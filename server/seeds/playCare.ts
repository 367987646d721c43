import { now } from '../clock.ts'
import { Child } from '../entities/Child.ts'
import { Consent } from '../entities/Consent.ts'
import { Guardian } from '../entities/Guardian.ts'
import { Referral } from '../entities/Referral.ts'
import { database } from '../dataSource.ts'
import { Episode } from '../entities/Episode.ts'
import { addDays, type Day } from '../../shared/days.ts'
import type { ReferralDetails } from '../../shared/referrals.ts'
import { allocate, changeCare } from '../services/children.ts'
import { insertConsent } from '../services/consents.ts'
import { withdrawConsent } from '../services/consentWithdrawal.ts'
import { changeState } from '../services/episodes.ts'
import { acceptReferral } from '../services/referrals/accept.ts'
import { enterReferral } from '../services/referrals/enter.ts'
import { transact } from '../services/transact.ts'
import { birthDateFor } from './demo/demoDays.ts'
import type { DemoChild, DemoConsent, DemoReferral, DemoStep } from './demo/demoTypes.ts'
import type { StaffKey } from './demo/people.ts'
import type { ActorKey } from './demo/demoTypes.ts'
import { acting, childOf, idIn, newStory, storyOf, type Scene } from './playScene.ts'
import { actorOf } from './seedPeople.ts'

const referralDetails = (
  scene: Scene,
  child: DemoChild,
  referral: DemoReferral,
  on: Day,
  demoToday: Day,
): ReferralDetails => {
  const { receivedDay: _, priority: _priority, priorityReason: _reason, ...rest } = referral
  return {
    ...rest,
    receivedOn: on,
    givenName: child.givenName,
    familyName: child.familyName,
    preferredName: child.preferredName,
    birthDate: birthDateFor(demoToday, child.age, child.ageDays),
    homeLanguages: child.homeLanguages,
    interpreterLanguage: child.interpreterLanguage,
    scriptDirection: child.scriptDirection,
    classId: scene.classes.get(child.classKey) ?? null,
    lookedAfter: child.lookedAfter,
    carers: child.carers.map(({ account: _account, ...details }) => details),
  }
}

export const playReferral = async (
  scene: Scene,
  number: number,
  { referral, later, on, demoToday }: { referral: DemoReferral; later: boolean; on: Day; demoToday: Day },
): Promise<void> => {
  const actor = actorOf(scene.people, 'pauline')
  const details = referralDetails(scene, childOf(scene, number), referral, on, demoToday)
  const id = await enterReferral(actor, actor.viewer, details, null)
  if (!later) scene.stories.set(number, newStory(id))
}

/** Accepts the referral, and ties each carer who signs in to their account, as the invitation does. */
export const playAcceptance = async (scene: Scene, number: number, step: DemoStep): Promise<void> => {
  const child = childOf(scene, number)
  const story = storyOf(scene, number)
  const actor = actorOf(scene.people, step.by)
  const referral = await database().manager.findOneByOrFail(Referral, { id: story.referralId })
  const lead = actorOf(scene.people, 'ines')
  const decision = {
    priority: child.referral.priority,
    priorityReason: child.referral.priorityReason ?? step.reason,
    therapistId: null,
    existingChildId: null,
    differentChild: false,
    consents: [],
  }
  story.childId = await acceptReferral(
    actor.viewer.roles.includes('therapist') ? lead : actor,
    actor.viewer.roles.includes('therapist') ? lead.viewer : actor.viewer,
    referral.id,
    referral.version,
    decision,
  )
  const guardians = await database().manager.find(Guardian, {
    where: { childId: story.childId },
    order: { createdAt: 'ASC' },
  })
  await transact(lead, async (tx, record) => {
    for (const carer of child.carers) {
      const guardian = guardians.find((candidate) => candidate.name === carer.name)
      if (!guardian) throw new Error(`${carer.name} is missing on the record of child ${number}`)
      story.guardianIds.push(guardian.id)
      if (carer.account === null) continue
      const user = actorOf(scene.people, carer.account).viewer
      await tx.update(Guardian, { id: guardian.id }, { userId: user.id, verifiedAt: now() })
    }
    if (child.consentsForSelf) await tx.update(Child, { id: story.childId }, { consentsForSelf: true })
    record({ action: 'demo.carers', childId: story.childId })
  })
}

export const playAllocation = async (
  scene: Scene,
  number: number,
  therapist: StaffKey,
  by: StaffKey,
): Promise<void> => {
  const { actor, access } = await acting(scene, number, by)
  const therapistId = actorOf(scene.people, therapist).viewer.id
  await allocate(actor, access, { therapistId, reason: 'Allocated at the weekly meeting' })
}

export const playStep = async (scene: Scene, number: number, { to, by, reason }: DemoStep): Promise<void> => {
  const { actor, access } = await acting(scene, number, by)
  const episode = await database().manager.findOneByOrFail(Episode, { childId: access.childId })
  if (episode.state === to) return
  await changeState(actor, access, episode.version, { to, reason })
}

export const playCare = async (scene: Scene, number: number, by: StaffKey, demoToday: Day): Promise<void> => {
  const child = childOf(scene, number)
  const { actor, access } = await acting(scene, number, by)
  const { version } = await database().manager.findOneByOrFail(Child, { id: access.childId })
  await changeCare(actor, access, version, {
    writingHand: child.writingHand,
    nextReviewOn: child.nextReviewDay === null ? null : addDays(demoToday, child.nextReviewDay),
    strengths: child.strengths,
  })
}

export const playConsent = async (
  scene: Scene,
  number: number,
  { consent, index, demoToday }: { consent: DemoConsent; index: number; demoToday: Day },
): Promise<void> => {
  const story = storyOf(scene, number)
  const carer = childOf(scene, number).carers[consent.carer]
  const by: ActorKey = consent.recordedBy ?? carer?.account ?? 'pauline'
  const { actor, viewer, access } = await acting(scene, number, by)
  const id = await transact(actor, (tx, record) =>
    insertConsent(tx, record, scene.timeZone, {
      childId: access.childId,
      guardianId: story.guardianIds[consent.carer] ?? null,
      givenByName: carer?.name ?? viewer.displayName,
      purpose: consent.purpose,
      basis: consent.basis,
      method: consent.method,
      expiresOn: consent.expiresDay === null ? null : addDays(demoToday, consent.expiresDay),
      note: consent.note,
      recordedById: viewer.id,
      relation: access.relation,
    }),
  )
  story.consentIds.set(index, id)
}

export const playWithdrawal = async (
  scene: Scene,
  number: number,
  { index, reason, by, on }: { index: number; reason: string; by: ActorKey; on: Day },
): Promise<void> => {
  const { actor, viewer, access } = await acting(scene, number, by)
  await transact(actor, async (tx, record) => {
    const consent = await tx.findOneByOrFail(Consent, { id: idIn(storyOf(scene, number).consentIds, index) })
    const id = await withdrawConsent(tx, consent, {
      byName: consent.givenByName,
      method: access.relation === 'guardian' ? 'signed_in' : 'phone_witnessed',
      reason,
      recordedById: viewer.id,
      today: on,
    })
    record({
      action: 'consent.withdrawn',
      objectType: 'consent',
      objectId: id,
      childId: access.childId,
      relation: access.relation,
    })
  })
}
***
→ Exercise requirements
In the records above, find every line containing the word "enterReferral" and show it.

→ Result of this exercise
import { enterReferral } from '../services/referrals/enter.ts'
  const id = await enterReferral(actor, actor.viewer, details, null)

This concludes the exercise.